Nice work Ant. Macro stuff is rough as I just started today and have a boat ton to learn let me tell you.
I need to get a flash as well it seems. Shooting at fstop needed on my 7D isnt cutting it noise wise haha.

Scott


----------



## Drizzt321 (Jul 23, 2013)

Oh, I thought you were going to talk about the other kind of bugs. The ones talked about in this example. I need to get out and shoot more photos instead of working on code!

More on topic, wow, great work. I just plain don't have the patience for that right now.


----------



## Mr Bean (Jul 23, 2013)

Ant_Pap_Cy said:


> A bit of "harmless" fun !!! Just started playing with reverse mounting my lens for extreme macro's ! Any constructive feedback would be much appreciated ! Details on my set up are on the site. Also i must say that the pictures where not tempered too much with in post.
> Hope you enjoy:
> http://www.flickr.com/photos/antonispapavasiliou/sets/72157634714073345/


Nice pic's. You have me thinking about trying something similar this weekend 

I have been experimenting with off camera flash on the 5D3 recently, and it works well with the macro lens.


----------



## wsgroves (Jul 24, 2013)

I wish I could get a 5d3. My 7D isnt cutting it in high iso for macro's so far, at least to me.


----------



## Ant_Pap_Cy (Jul 24, 2013)

wsgroves said:


> Nice work Ant. Macro stuff is rough as I just started today and have a boat ton to learn let me tell you.
> I need to get a flash as well it seems. Shooting at fstop needed on my 7D isnt cutting it noise wise haha.
> 
> Scott


Thanks Scott, 
Macro does take a loooot of patience but once you start getting results in you will find out it's one of the greatest rewarding feelings you will ever get! Or at least thats how i felt once i say the eyes of those little monsters ;D Keep it up and i am looking forward to seeing something from you as well. just so you know i also just started macro  
As for a flash gun, check out ebay. Got my EX580 M2 at £200. There's times you can really get a bargain there. And with a flash your 7D will be great for this due to your crop factor ! Hope it all comes along for you mate.

Antonis


----------



## Ant_Pap_Cy (Jul 24, 2013)

Drizzt321 said:


> Oh, I thought you were going to talk about the other kind of bugs. The ones talked about in this example. I need to get out and shoot more photos instead of working on code!
> 
> More on topic, wow, great work. I just plain don't have the patience for that right now.

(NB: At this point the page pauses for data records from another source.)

class _System:
    """The equations of one choice of orders, and the reading of their solutions."""

    def __init__(
        self, case: _Case, choice: Choice, variables: Variables, open_: list[sympy.Symbol]
    ) -> None:
        self.case = case
        self.choice = choice
        self.variables = variables
        self.unknown = [k[0] for k in variables.keys if k[0] in set(open_)]
        self.gone = [s for s in open_ if s not in self.unknown]
        constant = [k for k in variables.keys if not case._varies(k)]
        self.keys = constant  # unknowns first, then parameters
        self.signed = frozenset(
            i for i, (base, power) in enumerate(constant) if power == 1 and not base.is_nonnegative
        )
        self.ring = PolyRing([f"w{i}" for i in range(len(constant))] or ["w0"], ZZ, "lex")

    def by_species(self, poly: Any) -> list[Any]:
        """The coefficients of a polynomial in what varies, in the ring of the constants."""
        n = len(self.keys)
        found: dict[Any, dict[Any, Any]] = {}
        for monomial, c in poly.items():
            constant = monomial[:n] if n else (0,)
            found.setdefault(monomial[n:], {})[constant] = c
        return [self.ring.from_dict(terms) for terms in found.values()]

    def solve(self, larger: list[Any], smaller: list[Any], progress: Progress) -> Iterator[Nesting]:
        equations = []
        for one, other in zip(larger, smaller, strict=True):
            work = len(one.numer) * len(other.denom) + len(one.denom) * len(other.numer)
            if work > _MOST_PRODUCTS:
                progress.dropped.append("the laws are too large to compare")
                return
            equations += self.by_species(one.numer * other.denom - other.numer * one.denom)
        bottoms = [self.by_species(one.denom) for one in larger]
        for values in solutions(equations, len(self.unknown), self.signed, progress):
            read = self.read(values, equations, bottoms)
            if read is not None:
                yield read

    def read(
        self, values: dict[int, Any], equations: list[Any], bottoms: list[list[Any]]
    ) -> Nesting | None:
        free = [i for i in range(len(self.unknown)) if i not in values]
        tied = [i for i in free if any(_holds(v, i) for v in values.values())]
        settled = self.settle(values, tied)
        if settled is None or not self.holds(settled, equations, bottoms):
            return None
        case = self.case
        redundant = [case.names[self.unknown[i]] for i in tied]
        out: dict[str, sympy.Expr] = {}
        zero: list[str] = []
        for symbol, name in case.names.items():
            if symbol in self.choice:
                out[name] = self.choice[symbol]
            elif symbol in self.unknown and self.unknown.index(symbol) in settled:
                i = self.unknown.index(symbol)
                value, power = self.expression(settled[i]), self.keys[i][1]
                if value == 0 and power != 1:
                    return None  # zero or infinite, by the sign of an order
                out[name] = value ** (self.variables.roots[self.keys[i]] / power)
            else:
                continue
            if out[name] == 0 and symbol.is_nonnegative and name not in redundant:
                zero.append(name)
        vanish = [case.names[self.unknown[i]] for i in free if i not in tied]
        vanish += [case.names[s] for s in self.gone]
        for symbol in case.without_effect(self.choice, zero):
            vanish.append(case.names[symbol])
            out.pop(case.names[symbol])
        fixed = {
            n: v for n, v in out.items() if v.is_number and n not in zero and n not in redundant
        }
        return Nesting(
            values=out,
            zero=tuple(zero),
            fixed=fixed,
            vanish=tuple(vanish),
            n_restrictions=case.n_restrictions,
            edge=bool(zero),
            redundant=tuple(redundant),
        )

    def settle(self, values: dict[int, Any], tied: list[int]) -> dict[int, Any] | None:
        """A choice of redundant unknowns for which every value is nonnegative."""
        to_field = self.ring.to_field()
        for choice in (to_field.one, to_field.zero) if tied else (to_field.one,):
            settled = dict(values)
            try:
                for i in tied:
                    settled = {j: put_fraction(v, i, choice) for j, v in settled.items()}
                    settled[i] = choice
            except ZeroDivisionError:
                continue
            if all(self.allowed(i, v) for i, v in settled.items()):
                return settled
        return None

    def allowed(self, i: int, value: Any) -> bool:
        if i in self.signed or not value:
            return True
        top, bottom = one_sign(value.numer, self.signed), one_sign(value.denom, self.signed)
        return top is not None and top == bottom

    def holds(self, values: dict[int, Any], equations: list[Any], bottoms: list[list[Any]]) -> bool:
        """Whether the laws agree exactly, and the larger one still has a denominator."""

        def at(poly: Any) -> Any:
            for i, value in values.items():
                poly = put(poly, i, value.numer, value.denom)
            return poly

        return not any(at(e) for e in equations) and all(any(at(c) for c in b) for b in bottoms)

    def expression(self, value: Any) -> sympy.Expr:
        symbols = [
            base ** (power / sympy.Integer(self.variables.roots[base, power]))
            for base, power in self.keys
        ] or [sympy.Integer(1)]

        def polynomial(poly: Any) -> sympy.Expr:
            return sympy.Add(
                *(
                    sympy.Integer(int(c))
                    * sympy.Mul(*(s**e for s, e in zip(symbols, monomial, strict=True) if e))
                    for monomial, c in poly.terms()
                )
            )

        return polynomial(value.numer) / polynomial(value.denom)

Many thanks mate. Well, if i was dealing with the bugs you are dealing with i would have the time or patience to deal with this little monsters either ! Maybe one day ;D Or just do what i do, ignore the gf for a couple of hours and then hope she doesnt whine too much about after that


----------



## Ant_Pap_Cy (Jul 24, 2013)

Mr Bean said:


> Ant_Pap_Cy said:
> 
> 
> > A bit of "harmless" fun !!! Just started playing with reverse mounting my lens for extreme macro's ! Any constructive feedback would be much appreciated ! Details on my set up are on the site. Also i must say that the pictures where not tempered too much with in post.
> ...



Thanks Mr Bean ;D
Have fun getting them little rascals ! By the way, i was shooting with the flash on the camera so i looking forward to seeing your with off camera. You might find though that it's hard to hold the 5D long enough to focus. But still looking forward to hearing back from you on how you did  And push that ISO as this camera is handling it soooo good !


----------



## Ant_Pap_Cy (Jul 24, 2013)

wsgroves said:


> I wish I could get a 5d3. My 7D isnt cutting it in high iso for macro's so far, at least to me.

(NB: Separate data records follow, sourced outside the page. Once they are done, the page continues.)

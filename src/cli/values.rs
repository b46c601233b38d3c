//! Values of options, with their ranges.

use forehear::units::{Unit, notation};

/// Levels at the jack, in volts peak: from far below any noise to far beyond any pickup.
const JACK_LEVEL_V: (f64, f64) = (1e-6, 20.0);
/// Tones a guitar amplifier is measured with, in hertz.
const TONE_HZ: (f64, f64) = (20.0, 10e3);
/// Travel of a pot.
const TRAVEL: (f64, f64) = (0.0, 10.0);
/// Most threads. Chosen: beyond, there is surely a slip of the keys.
const MOST_JOBS: usize = 1024;

/// A peak level at the jack, in volts peak.
pub fn jack_level(text: &str) -> Result<f64, String> {
    quantity(text, Unit::VoltsPeak, JACK_LEVEL_V)
}

/// A test tone, in hertz.
pub fn tone(text: &str) -> Result<f64, String> {
    quantity(text, Unit::Hertz, TONE_HZ)
}

/// A position of the gain control.
pub fn gain(text: &str) -> Result<f64, String> {
    quantity(text, Unit::Plain, TRAVEL)
}

/// A channel, counted from 1.
pub fn channel(text: &str) -> Result<usize, String> {
    match text.parse() {
        Ok(n) if n >= 1 => Ok(n),
        _ => Err("channels are counted 1, 2, 3".into()),
    }
}

/// A number of threads.
pub fn jobs(text: &str) -> Result<usize, String> {
    match text.parse() {
        Ok(n) if (1..=MOST_JOBS).contains(&n) => Ok(n),
        _ => Err(format!("a whole number from 1 to {MOST_JOBS} will do")),
    }
}

fn quantity(text: &str, unit: Unit, (low, high): (f64, f64)) -> Result<f64, String> {
    // An option that takes negative values also takes the next option for its value.
    if text.starts_with("--") {
        return Err(format!("{} is missing before `{text}`", unit.noun()));
    }
    let value = notation::parse(text, unit).map_err(|e| format!("{e}; {}", e.hint()))?;
    if (low..=high).contains(&value) {
        Ok(value)
    } else {
        Err(format!(
            "{} is outside {} to {}",
            unit.format(value),
            unit.format(low),
            unit.format(high)
        ))
    }
}

#[cfg(test)]
mod tests {
    use super::*;

    #[test]
    fn ranges_hold_at_both_ends_and_are_said() {
        assert_eq!(jack_level("20V"), Ok(20.0));
        assert_eq!(jack_level("1uV"), Ok(1e-6));
        assert!(jack_level("20.1V").unwrap_err().contains("20 V"));
        assert!(jack_level("-1V").is_err());
        assert!(jack_level("nan").is_err());
        assert!(jack_level("47k").is_err());
        assert!(tone("19").is_err());
        assert_eq!(tone("10kHz"), Ok(1e4));
        assert!(gain("10.5").unwrap_err().contains("0 to 10"));
        assert!(channel("0").is_err());
        assert!(jobs("0").is_err());
        assert!(jobs("4").is_ok());
    }
}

Hey mate, sure the 5Dm3 is amazing at high ISO's but try with the 7D and a flash gun(or even 2). You'd be surprised what you can get out of well balanced rig  Hope you get some photos soon


----------



## wsgroves (Jul 24, 2013)

I may have to get one of those ring flash things at some point as I dont have an external flash for my 7d ATM.

Scott


----------



## Ant_Pap_Cy (Jul 24, 2013)

wsgroves said:


> I may have to get one of those ring flash things at some point as I dont have an external flash for my 7d ATM.
> 
> Scott


Sounds like a plan ! Though external flash light will be a more robust option as a ring flash only mounts on specific lenses ex. Your macro ! Whatever you choose though i can't wait to see some results! As for you first fly, it looks great  

Ant


----------



## Dick (Jul 24, 2013)

Nice pictures!

This is the type of photography I spend most time on. I have recently started to get annoyed by flashes in macro photography. No matter what kind of a flash you use, it ruins the picture in some way. Rectangular flashes cause annoying rectangular light areas on the eyes of flies for example. With jumping spiders you end up seeing a reflection of your complete flash gear.

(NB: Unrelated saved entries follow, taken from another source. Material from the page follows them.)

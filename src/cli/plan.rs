//! From what was said to what will be rendered, with everything that can be refused beforehand.

use std::path::{Path, PathBuf};

use super::args::{Measuring, Recording, Render, SampleFormat, SoundFiles};
use super::fault::{Failure, both};
use super::files;
use super::output::Existing;
use super::source::{self, Loaded};
use forehear::design::Design;
use forehear::diagnostic::Code;
use forehear::signal::{DEFAULT_DI, DEMO_FULL_SCALE_VOLTS};
use forehear::study::render::{Cabinet, Plan, Take};
use forehear::study::result::Warning;
use forehear::wav::{self, Encoding};

/// The report of a set: written last, it marks the set as complete.
pub const REPORT_FILE: &str = "report.json";
pub const LEVELS_FILE: &str = "levels.csv";
/// Where sets go when no folder is named.
const OUT_FOLDER: &str = "forehear-out";
/// How the default recording is called.
const DEFAULT_DI_NAME: &str = "practice-phrase.wav (shipped, synthetic)";
/// Volts peak that digital full scale stands for unless something else is said.
const FULL_SCALE_V: f64 = 1.0;

/// All that a render needs.
pub struct RenderPlan {
    pub design: Loaded,
    pub take: Take,
    pub study: Plan,
    pub format: SampleFormat,
    /// Folder of the set, and what to do when it is there.
    pub folder: PathBuf,
    pub existing: Existing,
    /// Names of the sound files, terminals and listening copy, one pair for each gain setting.
    pub sounds: Vec<(String, String)>,
    pub jobs: Option<usize>,
    /// What was odd about the sound files.
    pub odd: Vec<Warning>,
}

impl RenderPlan {
    /// # Errors
    /// All that is wrong with the design, the recording and the options, at once.
    pub fn new(args: &Render) -> Result<RenderPlan, Failure> {
        let mut odd = Vec::new();
        let sounding = both(
            take(&args.recording, &mut odd),
            cabinet(args.files.cabinet.as_deref(), &mut odd),
        );
        let design = source::load(&args.design).and_then(|loaded| {
            let settings = settings(&args.measuring, &loaded)?;
            Ok((loaded, settings))
        });
        let ((design, settings), (take, cabinet)) = both(design, sounding)?;
        check_length(&take, args.files.format)?;
        let (folder, existing) = target(&args.files, &design.stem);
        let is_set_by_gain = design.prepared.design.control.gain.is_some();
        let stem = &design.stem;
        let sounds = settings
            .iter()
            .map(|setting| {
                let base = if is_set_by_gain {
                    format!("{stem}-gain-{setting}")
                } else {
                    stem.clone()
                };
                (
                    format!("{base}-terminals.wav"),
                    format!("{base}-listening.wav"),
                )
            })
            .collect();
        Ok(RenderPlan {
            study: Plan {
                test_level_v: test_level(&args.measuring, &design.prepared.design),
                settings,
                tone_hz: args.measuring.tone,
                oversample: args.measuring.oversample.factor(),
                cabinet,
            },
            design,
            take,
            format: args.files.format,
            folder,
            existing,
            sounds,
            jobs: args.measuring.jobs,
            odd,
        })
    }
}

/// How the n-th file of a set is stored; each has dither of its own.
pub fn encoding(format: SampleFormat, n: usize) -> Encoding {
    match format {
        SampleFormat::Pcm16 => Encoding::Pcm16 { seed: n as u64 },
        SampleFormat::Pcm24 => Encoding::Pcm24,
        SampleFormat::Float32 => Encoding::Float32,
    }
}

fn test_level(args: &Measuring, design: &Design) -> f64 {
    args.test_level.unwrap_or(design.control.test_level.0)
}

/// Gain settings to render; a single one that nothing reads for a design without gain control.
fn settings(args: &Measuring, loaded: &Loaded) -> Result<Vec<f64>, Failure> {
    let control = &loaded.prepared.design.control;
    if args.gain.is_empty() {
        return Ok(control.settings.clone());
    }
    if control.gain.is_none() {
        return Err(Failure::of(
            "--gain",
            Code::NoGainControl,
            format!("the design {} names no gain control", loaded.name),
            Some("leave --gain out, or name a pot with --set control.gain=NAME".into()),
        ));
    }
    for (n, setting) in args.gain.iter().enumerate() {
        if args.gain[..n].contains(setting) {
            return Err(Failure::of(
                "--gain",
                Code::Usage,
                format!("setting {setting} stands twice"),
                Some("give each position once".into()),
            ));
        }
    }
    Ok(args.gain.clone())
}

/// The recording in volts at the jack.
fn take(args: &Recording, odd: &mut Vec<Warning>) -> Result<Take, Failure> {
    let (name, recording, stated_v) = match &args.di {
        Some(path) => (
            files::file_name(path),
            files::read_sound(path)?,
            FULL_SCALE_V,
        ),
        None => {
            let recording = wav::read(DEFAULT_DI).expect("the shipped recording is a sound file");
            (DEFAULT_DI_NAME.to_owned(), recording, DEMO_FULL_SCALE_VOLTS)
        }
    };
    odd.extend(oddities(&name, &recording.notes));
    let mut channels = recording.channels;
    if let Some(wanted) = args.channel {
        if wanted > channels.len() {
            let count = channels.len();
            return Err(Failure::of(
                &name,
                Code::NoSuchChannel,
                format!("channel {wanted} is wanted, and the recording has {count}"),
                Some(if count == 1 {
                    "leave --channel out".to_owned()
                } else {
                    format!("--channel 1 to {count}")
                }),
            ));
        }
        channels = vec![channels.swap_remove(wanted - 1)];
    }
    let full_scale_v = match args.di_peak {
        None => args.full_scale.unwrap_or(stated_v),
        Some(peak_v) => {
            let peak = channels
                .iter()
                .flatten()
                .fold(0.0, |m: f64, x| m.max(x.abs()));
            if peak == 0.0 {
                return Err(Failure::of(
                    &name,
                    Code::SilentRecording,
                    "the recording is silent and has no peak to set a level for".into(),
                    Some("use --full-scale, or another channel or recording".into()),
                ));
            }
            peak_v / peak
        }
    };
    for x in channels.iter_mut().flatten() {
        *x *= full_scale_v;
    }
    Ok(Take {
        name,
        rate: recording.rate,
        channels,
        full_scale_v,
    })
}

fn cabinet(path: Option<&Path>, odd: &mut Vec<Warning>) -> Result<Option<Cabinet>, Failure> {
    let Some(path) = path else { return Ok(None) };
    let name = files::file_name(path);
    let mut recording = files::read_sound(path)?;
    odd.extend(oddities(&name, &recording.notes));
    let count = recording.channels.len();
    if count > 1 {
        let note = format!("of its {count} channels the first is taken");
        odd.extend(oddities(&name, &[note]));
    }
    Ok(Some(Cabinet {
        name,
        rate: recording.rate,
        samples: recording.channels.swap_remove(0),
    }))
}

fn oddities(name: &str, notes: &[String]) -> Vec<Warning> {
    let warning = |note: &String| Warning {
        code: Code::OddSoundFile,
        place: name.to_owned(),
        message: note.clone(),
    };
    notes.iter().map(warning).collect()
}

/// Refuses, before anything is rendered, what a sound file could not hold.
fn check_length(take: &Take, format: SampleFormat) -> Result<(), Failure> {
    let frames = take.channels[0].len() as u64;
    match wav::bytes_needed(frames, take.channels.len() as u64, encoding(format, 0)) {
        Ok(_) => Ok(()),
        Err(fault) => Err(Failure::of(
            &take.name,
            Code::TooLong,
            fault.to_string(),
            None,
        )),
    }
}

fn target(args: &SoundFiles, stem: &str) -> (PathBuf, Existing) {
    let folder = match &args.out {
        Some(folder) => folder.clone(),
        None => Path::new(OUT_FOLDER).join(stem),
    };
    let existing = match (args.force, &args.out) {
        (true, _) => Existing::Replace,
        (false, Some(_)) => Existing::Refuse,
        (false, None) => Existing::Number,
    };
    (folder, existing)
}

The focus is not spot on on all of your pictures. Example: 

http://www.flickr.com/photos/antonispapavasiliou/9328537496/#in/set-72157634714073345/lightbox/

Here you see that the focus is behind the head/eyes on the hairs on the fly's back. The flash problem I mentioned is also visible on the eyes. To get the focus right, you just have to take multiple shots and hope for the best. There is also dust on your sensor. The spots show up on macro shots easily, but you can also remove them in PP without too much work.

 I rarely see perfect macro shots and I'd say I have taken none myself. There is always something that can be done better.


----------



## rpt (Jul 24, 2013)

Drizzt321 said:


> Oh, I thought you were going to talk about the other kind of bugs. The ones talked about in this example. I need to get out and shoot more photos instead of working on code!
> 
> More on topic, wow, great work. I just plain don't have the patience for that right now.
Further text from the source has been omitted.